In particular, he would expand the Child Tax Credit (CTC) for the duration of the coronavirus crisis (though the criteria for an end point is not clearly defined). As the campaign describes it, the measure “will increase the CTC to $3,000 per child for children ages 6 to 17 and $3,600 for children under 6. He will also make the CTC fully refundable so that hard-pressed families can access these resources quickly. And, he will allow families to receive monthly payments if they choose.”

Among its components are raising the corporate tax rate to 28 per cent, putting a “true minimum tax” on US companies located overseas while putting tax penalties on “corporations that ship jobs overseas in order to sell products back to America” and hiking the top rate of individual tax to 39.6 per cent.

Senate block?

Whether Mr Biden will be able to implement any of these plans will depend heavily on the makeup of Congress, specifically the Senate, which currently hangs in the balance.

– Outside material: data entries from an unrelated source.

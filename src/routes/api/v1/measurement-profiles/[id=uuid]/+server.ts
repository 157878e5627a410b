import { json } from '@sveltejs/kit';
import { requireRole } from '$lib/server/auth/guard';
import { parseJsonBody } from '$lib/server/http/respond';
import { clientAddress } from '$lib/server/limits/handle';
import * as profiles from '$lib/server/profiles';
import { patchRequest } from '$lib/server/profiles/schemas';
import { duplicateLabel, profileNotFound as notFound } from '../answers';
import type { RequestHandler } from './$types';

export const GET: RequestHandler = async ({ locals, params }) => {
	const user = requireRole('customer');
	const profile = await profiles.get(locals.db, { ownerId: user.id, id: params.id });
	return profile ? json(profiles.present(profile)) : notFound();
};

export const PATCH: RequestHandler = async (event) => {
	const user = requireRole('customer');
	const parsed = await parseJsonBody(event.request, patchRequest);
	if (!parsed.ok) return parsed.response;
	try {
		const profile = await profiles.update(event.locals.db, {
			ownerId: user.id,
			id: event.params.id,
			ip: clientAddress(event),
			changes: parsed.data
		});
		return profile ? json(profiles.present(profile)) : notFound();
	} catch (cause) {
		if (cause instanceof profiles.DuplicateLabel) return duplicateLabel(cause);
		throw cause;
	}
};

export const DELETE: RequestHandler = async (event) => {
	const user = requireRole('customer');
	const removed = await profiles.remove(event.locals.db, {
		ownerId: user.id,
		id: event.params.id,
		ip: clientAddress(event)
	});
	return removed ? new Response(null, { status: 204 }) : notFound();
};
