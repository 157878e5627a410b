/**
 * The order's lifecycle, as one module of named transitions:
 *
 *   awaiting_payment → funded → in_work → ready → delivered → released
 *
 * with the exits `cancelled` (before payment), `refunded` (cancellation by agreement before work starts) and
 * `disputed → settled` (disputes, which this module leaves alone — a disputed order is never released here).
 *
 * Each transition checks who may do it (the order's customer, its tailor, or an admin where said), runs in a
 * transaction with the order row locked, writes an audit event, tells the other side through `notify`, and is
 * idempotent: repeating a transition that is already done returns the order as it is, with no second effect.
 * Money is moved by jobs (`order-release`, `order-refund`, `order-advance`) that the payments area runs; they
 * finish their transition here with `completeRelease`, `completeRefund` and `completeAdvance`.
 *
 * Two choices worth knowing:
 * - An alteration request keeps the order `delivered` and pauses the release clock (`auto_release_at` null)
 *   until the tailor delivers again, which starts a fresh clock. The garment has been handed over; the money
 *   stays held while it goes back and forth.
 * - Posting `fabric_sourced` does not start the work: the materials advance exists so the tailor can buy the
 *   fabric before cutting, and until another step is posted the order can still be cancelled by agreement (the
 *   advance is then reversed). Any other step moves a funded order to `in_work`.
 */
import { and, desc, eq, gte, isNotNull, isNull, lte } from 'drizzle-orm';
import * as audit from '../audit';
import * as commissions from '../commissions';
import type { Executor } from '../db';
import {
	order,
	progressStep,
	type Order,
	type OrderStatus,
	type ProgressStep,
	type ProgressStepKind
} from '../db/schema';
import { enqueue, queueNames } from '../jobs';
import * as notifications from '../notifications';
import type { NotificationEvent } from '../notifications';
import { noteCommissionChanged } from '../search-outbox';
import { autoReleaseDays } from '../services/order-settings';
import { payments as processor } from '../services/payments';
import { OrderError } from './errors';

export type OrderActor = { id: string; role: 'customer' | 'tailor' | 'admin'; ip?: string | null };
type Party = 'customer' | 'tailor' | 'admin';

const DAY_MS = 86_400_000;

/** How a status reads in a sentence. */
export const statusWords: Record<OrderStatus, string> = {
	awaiting_payment: 'awaiting payment',
	funded: 'paid and waiting for work to start',
	in_work: 'in work',
	ready: 'ready',
	delivered: 'delivered',
	released: 'released to the tailor',
	cancelled: 'cancelled',
	refunded: 'refunded',
	disputed: 'in dispute',
	settled: 'settled'
};

export const orderHref = (orderId: string) => `/orders/${orderId}`;

const notFound = () => new OrderError('not_found', 'There is no such order.');

function conflict(row: Pick<Order, 'status'>, doing: string): OrderError {
	return new OrderError('conflict', `This order is ${statusWords[row.status]}, so it cannot ${doing}.`);
}

/** Locks the order for this transaction; anyone but its parties (and an admin, when allowed) finds nothing. */
async function lock(tx: Executor, orderId: string, actor: OrderActor | null): Promise<{ row: Order; as: Party }> {
	const [row] = await tx.select().from(order).where(eq(order.id, orderId)).for('update').limit(1);
	if (!row) throw notFound();
	if (!actor) return { row, as: 'admin' };
	if (row.customerId === actor.id) return { row, as: 'customer' };
	if (row.tailorId === actor.id) return { row, as: 'tailor' };
	if (actor.role === 'admin') return { row, as: 'admin' };
	throw notFound();
}

/** Once both sides have agreed to cancel, the order takes no more work or delivery: only its refund is left. */
function refuseWhileRefunding(row: Pick<Order, 'refundRequestedAt'>, doing: string) {
	if (row.refundRequestedAt)
		throw new OrderError('conflict', `This order is being cancelled and refunded, so it cannot ${doing}.`);
}

function only(as: Party, allowed: Party[], message: string) {
	if (!allowed.includes(as)) throw new OrderError('forbidden', message);
}

async function save(tx: Executor, row: Order, set: Partial<typeof order.$inferInsert>): Promise<Order> {
	const [updated] = await tx
		.update(order)
		.set({ ...set, updatedAt: new Date() })
		.where(eq(order.id, row.id))
		.returning();
	return updated;
}

async function record(
	tx: Executor,
	row: Pick<Order, 'id'>,
	actor: OrderActor | null,
	action: string,
	data: Record<string, unknown> = {}
) {
	await audit.record(tx, {
		actorId: actor?.id ?? null,
		ip: actor?.ip ?? null,
		action,
		subjectType: 'order',
		subjectId: row.id,
		data
	});
}

/** The commission's title, for what people are told. */
async function titleOf(tx: Executor, row: Pick<Order, 'commissionId' | 'customerId'>) {
	const c = await commissions.getForOwner(tx, { id: row.commissionId, ownerId: row.customerId });
	return c?.title ?? 'your commission';
}

async function tell(
	tx: Executor,
	row: Order,
	to: 'customer' | 'tailor',
	event: NotificationEvent,
	title: string,
	body: string
) {
	await notifications.notify(tx, {
		userId: to === 'customer' ? row.customerId : row.tailorId,
		event,
		title,
		body,
		href: orderHref(row.id)
	});
}

const otherSide = (as: Party): 'customer' | 'tailor' => (as === 'customer' ? 'tailor' : 'customer');

// ---------------------------------------------------------------------------------------------------------
// Progress

export type ProgressPhoto = { key: string; thumbKey?: string | null; width: number; height: number; alt?: string };
export type ProgressInput = { step: ProgressStepKind; note?: string; photo?: ProgressPhoto | null };

/** A repeat of the same post within this window returns the first one instead of a second step. */
const repeatWindowMs = 60_000;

Two runoff elections in Georgia in January will decide which side holds the majority, and may leave the chamber at a 50-50 split, meaning Kamala Harris will have to be on hand to cast tie-breaking votes.

To his supporters, at least, the Biden tax message seems to have cut through. 

As the vice president closed in on an electoral college victory, a meme began spreading on Twitter in which users mocked everyday people’s worries about new taxes; “if your mattress is on the floor”, “if your microwave looks like” this, “if you use 3 in 1 soap”, they wrote, “do NOT worry about Biden’s tax plan”.